Risk Tolerance Profiling
I am an Investment Adviser Representative at Cambridge Investment Research Advisors, Inc., a Registered Investment Advisor (RIA) based in Fairfield, IA. I am also registered with Cambridge Investment Research, Inc., an independent broker-dealer with over 3,000 registered representatives nationwide.
Most clients pay fee-only or an hourly rate. The size and complexity of the client’s wealth management and financial and retirement planning determine that fee.
Some clients pay a commission, mainly those with smaller accounts, i.e., Roth IRAs, some public-school teachers with 403b retirement accounts, or parents or grandparents who set up a 529 college savings plan.
The first introductory and fact-finding appointment can be in-person or by phone. The next meeting where I provide my recommendations should be in-person. (For the time being, telephone, Zoom, and email are replacing some in-person meetings.)
Subsequent meetings during which we monitor your progress and investments can be done in-person or by phone, email, Zoom, or Skype – or, more likely, a combination of these meeting types.
As a professional financial advisor for 30 years, I build custom portfolios, trusts, and retirement plans for individuals, couples, families, and groups. I can access thousands of mutual funds, exchange-traded-funds (ETFs), stocks, bonds, retirement plans, life insurance programs, and annuities.
Psychologist Daniel Kahneman was awarded for pointing out what some of us intuitively knew already: people dislike losing money more than they like making money. Aversion to financial loss is one reason I give each of my new clients a risk tolerance questionnaire to complete. For you would not want a portfolio that is 80% in stocks which might lose 30% in a bad year when your risk score indicates you would sell everything if it dropped even 5%.
Disdain for loss can also hinder a client from wanting a portfolio at all for feat it might not grow fast enough to reach one’s fiscal goals. As a financial advisor I need to alert my clients to possible pratfalls and provide them with solutions: save more, take more risk, diversify more, depending on each client’s individual situation.
Risk Profiling System
My risk tolerance profiling system generates a personalized assessment of an individual’s risk tolerance. It provides an opportunity to gauge if their current investments are too hot or too cold.
The evaluation consists of two-time horizon questions and six risk tolerance questions. It only takes a few minutes to complete. Upon completion, you receive a detailed report that includes your risk tolerance score.
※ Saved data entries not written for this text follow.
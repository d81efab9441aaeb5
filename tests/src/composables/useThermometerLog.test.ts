import { describe, expect, it, vi } from 'vitest'
import { useThermometerLog } from '@/composables/useThermometerLog.ts'
import { askEngine } from '@/measure/ask-engine.ts'
import { readThermometerLog } from '@/measure/thermometer-log.ts'

// The worker is a thing of the browser; its answers are the reader's own.
vi.mock('@/measure/ask-engine.ts', () => ({ askEngine: vi.fn() }))

const LOG = 'Time s,Temp °C\n0,22\n60,31'

describe('a thermometer’s log on its way in', () => {
  it('is there once it was read', async () => {
    vi.mocked(askEngine).mockResolvedValueOnce(readThermometerLog(LOG))
    const { log, read } = useThermometerLog()
    await read(LOG)
    expect(log.value?.readings).toHaveLength(2)
  })

  it('says so when the device does not hand the file over', async () => {
    const gone = { arrayBuffer: () => Promise.reject(new Error('gone')) } as unknown as Blob
    const { log, failure, readFile } = useThermometerLog()
    await readFile(gone)
    expect(log.value).toBeNull()
    expect(failure.value?.message).toContain('choose it again')
  })

  it('does not come back when its answer is late and it was taken over meanwhile', async () => {
    vi.mocked(askEngine).mockResolvedValueOnce(readThermometerLog(LOG))
    const { log, failure, read, forget } = useThermometerLog()
    const reading = read(LOG)
    forget()
    await reading
    expect(log.value).toBeNull()
    expect(failure.value).toBeNull()
  })
})
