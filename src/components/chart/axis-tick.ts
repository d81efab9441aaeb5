import { numberText } from '@/format/quantity.ts'
import type { Scale } from './scale.ts'
import type { Ticks } from './ticks.ts'

/** A number of an axis and where it stands, px. */
export interface AxisTick {
  readonly at: number
  readonly label: string
}

export function axisTicks({ values, digits }: Ticks, scale: Scale): AxisTick[] {
  return values.map((value) => ({ at: scale(value), label: numberText(value, digits, true) }))
}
After you receive your score, I can transfer it to an asset allocation mapping system to convert your score to a portfolio. I then use fi360’s proposal report to compare your current assets to the portfolio generated from your risk tolerance score.
*Diversification, rebalancing, and asset allocation strategies do not assure a profit or protect against loss. These are the opinions of financial advisor Tim Hayes and not necessarily those of Cambridge Investment Research. They are for informational purposes only and should not be construed or acted upon as individualized investment advice.